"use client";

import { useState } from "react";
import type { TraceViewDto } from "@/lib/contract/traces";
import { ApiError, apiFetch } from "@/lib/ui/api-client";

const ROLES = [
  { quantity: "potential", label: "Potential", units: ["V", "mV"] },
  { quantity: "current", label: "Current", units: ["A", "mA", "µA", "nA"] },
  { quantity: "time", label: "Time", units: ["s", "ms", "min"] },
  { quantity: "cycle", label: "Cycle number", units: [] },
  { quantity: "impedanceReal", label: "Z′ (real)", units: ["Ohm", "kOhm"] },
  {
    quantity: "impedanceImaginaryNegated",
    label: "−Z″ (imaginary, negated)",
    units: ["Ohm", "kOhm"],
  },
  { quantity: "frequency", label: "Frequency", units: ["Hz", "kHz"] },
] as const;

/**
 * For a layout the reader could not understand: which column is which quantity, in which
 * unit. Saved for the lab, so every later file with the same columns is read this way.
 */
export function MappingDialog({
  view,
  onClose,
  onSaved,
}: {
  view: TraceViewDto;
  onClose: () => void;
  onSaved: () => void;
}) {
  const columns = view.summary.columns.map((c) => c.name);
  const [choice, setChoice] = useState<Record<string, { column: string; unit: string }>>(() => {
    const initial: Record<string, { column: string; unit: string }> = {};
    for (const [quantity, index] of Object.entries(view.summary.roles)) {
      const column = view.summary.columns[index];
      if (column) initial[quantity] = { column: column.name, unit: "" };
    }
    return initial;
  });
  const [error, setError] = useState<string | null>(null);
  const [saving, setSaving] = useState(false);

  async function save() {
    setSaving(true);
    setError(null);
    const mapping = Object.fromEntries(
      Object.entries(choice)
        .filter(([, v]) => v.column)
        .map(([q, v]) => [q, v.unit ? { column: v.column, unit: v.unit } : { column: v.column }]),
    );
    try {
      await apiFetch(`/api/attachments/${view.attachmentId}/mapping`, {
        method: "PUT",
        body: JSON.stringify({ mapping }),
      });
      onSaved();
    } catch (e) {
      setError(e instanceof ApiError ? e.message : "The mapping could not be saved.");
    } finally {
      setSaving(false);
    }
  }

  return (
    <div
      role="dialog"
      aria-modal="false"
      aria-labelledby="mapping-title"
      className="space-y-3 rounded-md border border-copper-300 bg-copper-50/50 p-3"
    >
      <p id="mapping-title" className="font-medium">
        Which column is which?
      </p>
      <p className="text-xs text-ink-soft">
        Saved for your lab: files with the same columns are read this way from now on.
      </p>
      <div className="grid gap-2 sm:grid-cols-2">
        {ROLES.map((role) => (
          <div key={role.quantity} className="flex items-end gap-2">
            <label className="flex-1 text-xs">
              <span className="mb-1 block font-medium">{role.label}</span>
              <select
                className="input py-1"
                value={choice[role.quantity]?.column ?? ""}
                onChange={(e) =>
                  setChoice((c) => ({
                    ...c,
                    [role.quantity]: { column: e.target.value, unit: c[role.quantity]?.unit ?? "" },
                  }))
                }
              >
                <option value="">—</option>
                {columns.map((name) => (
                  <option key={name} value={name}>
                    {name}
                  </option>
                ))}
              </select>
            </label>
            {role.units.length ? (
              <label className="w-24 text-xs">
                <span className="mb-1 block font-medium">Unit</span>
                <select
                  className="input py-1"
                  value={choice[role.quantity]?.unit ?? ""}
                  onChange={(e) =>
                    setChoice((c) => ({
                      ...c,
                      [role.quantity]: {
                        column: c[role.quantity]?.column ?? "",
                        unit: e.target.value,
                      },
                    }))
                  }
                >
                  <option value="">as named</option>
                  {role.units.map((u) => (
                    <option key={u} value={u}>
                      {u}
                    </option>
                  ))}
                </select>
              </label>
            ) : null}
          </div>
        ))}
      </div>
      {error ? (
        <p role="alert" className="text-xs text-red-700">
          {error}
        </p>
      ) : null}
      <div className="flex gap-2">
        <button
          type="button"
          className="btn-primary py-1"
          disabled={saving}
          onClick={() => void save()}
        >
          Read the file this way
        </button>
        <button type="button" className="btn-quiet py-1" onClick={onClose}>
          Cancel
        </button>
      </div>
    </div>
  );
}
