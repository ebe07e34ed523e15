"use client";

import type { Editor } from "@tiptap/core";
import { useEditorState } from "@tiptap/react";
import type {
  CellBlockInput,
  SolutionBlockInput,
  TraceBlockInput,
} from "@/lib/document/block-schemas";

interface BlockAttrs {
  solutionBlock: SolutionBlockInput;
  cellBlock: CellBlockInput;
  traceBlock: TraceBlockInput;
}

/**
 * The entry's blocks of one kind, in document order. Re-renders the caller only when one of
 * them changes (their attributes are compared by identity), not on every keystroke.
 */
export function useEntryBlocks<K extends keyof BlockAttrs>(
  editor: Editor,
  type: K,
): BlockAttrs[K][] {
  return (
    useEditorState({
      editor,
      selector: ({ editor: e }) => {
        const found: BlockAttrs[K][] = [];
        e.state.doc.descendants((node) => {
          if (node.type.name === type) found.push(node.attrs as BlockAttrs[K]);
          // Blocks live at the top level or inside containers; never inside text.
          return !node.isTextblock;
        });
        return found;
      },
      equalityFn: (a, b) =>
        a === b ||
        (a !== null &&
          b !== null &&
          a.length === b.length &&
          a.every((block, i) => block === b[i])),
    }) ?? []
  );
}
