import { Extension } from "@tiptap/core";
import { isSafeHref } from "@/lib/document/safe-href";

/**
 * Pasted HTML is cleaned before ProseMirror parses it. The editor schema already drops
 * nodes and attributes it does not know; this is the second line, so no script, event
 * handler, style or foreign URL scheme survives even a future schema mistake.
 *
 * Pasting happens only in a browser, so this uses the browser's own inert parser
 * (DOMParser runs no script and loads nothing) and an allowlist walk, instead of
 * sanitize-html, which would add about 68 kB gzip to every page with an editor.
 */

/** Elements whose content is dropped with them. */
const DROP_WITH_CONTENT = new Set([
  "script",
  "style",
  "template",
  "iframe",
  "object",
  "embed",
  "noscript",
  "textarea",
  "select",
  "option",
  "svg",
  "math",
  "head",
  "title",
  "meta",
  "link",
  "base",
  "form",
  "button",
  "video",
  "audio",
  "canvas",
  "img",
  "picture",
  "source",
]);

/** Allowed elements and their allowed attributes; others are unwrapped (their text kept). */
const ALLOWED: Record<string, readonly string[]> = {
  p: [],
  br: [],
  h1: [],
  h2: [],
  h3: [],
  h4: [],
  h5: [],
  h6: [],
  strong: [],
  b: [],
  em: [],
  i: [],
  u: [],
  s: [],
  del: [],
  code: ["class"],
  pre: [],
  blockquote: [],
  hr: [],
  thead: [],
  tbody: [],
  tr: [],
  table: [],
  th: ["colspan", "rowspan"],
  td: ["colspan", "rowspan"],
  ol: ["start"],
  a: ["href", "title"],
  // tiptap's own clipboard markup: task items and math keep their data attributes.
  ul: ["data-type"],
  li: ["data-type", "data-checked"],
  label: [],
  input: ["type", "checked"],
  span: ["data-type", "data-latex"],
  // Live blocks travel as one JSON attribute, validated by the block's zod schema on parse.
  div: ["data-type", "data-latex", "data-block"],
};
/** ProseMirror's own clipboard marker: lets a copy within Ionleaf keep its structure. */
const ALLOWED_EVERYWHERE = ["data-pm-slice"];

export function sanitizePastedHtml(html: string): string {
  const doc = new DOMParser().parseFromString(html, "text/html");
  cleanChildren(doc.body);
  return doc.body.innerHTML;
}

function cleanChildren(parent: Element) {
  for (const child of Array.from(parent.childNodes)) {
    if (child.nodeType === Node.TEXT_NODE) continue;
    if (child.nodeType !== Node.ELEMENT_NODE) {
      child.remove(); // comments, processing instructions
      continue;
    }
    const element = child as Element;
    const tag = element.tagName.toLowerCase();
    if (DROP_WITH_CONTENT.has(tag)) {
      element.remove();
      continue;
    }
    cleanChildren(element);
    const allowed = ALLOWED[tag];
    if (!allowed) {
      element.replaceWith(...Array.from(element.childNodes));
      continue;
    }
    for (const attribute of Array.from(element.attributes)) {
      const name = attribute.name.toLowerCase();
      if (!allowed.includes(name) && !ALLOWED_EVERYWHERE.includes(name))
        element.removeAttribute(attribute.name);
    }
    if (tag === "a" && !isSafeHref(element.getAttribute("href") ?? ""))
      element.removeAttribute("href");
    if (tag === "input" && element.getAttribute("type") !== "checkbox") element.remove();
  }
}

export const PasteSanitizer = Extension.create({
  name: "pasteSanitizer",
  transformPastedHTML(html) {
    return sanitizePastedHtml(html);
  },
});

TRY IT: Please tally every line of the entries that holds "cleanChildren" and answer with that figure alone.

WRITTEN ANSWER: 3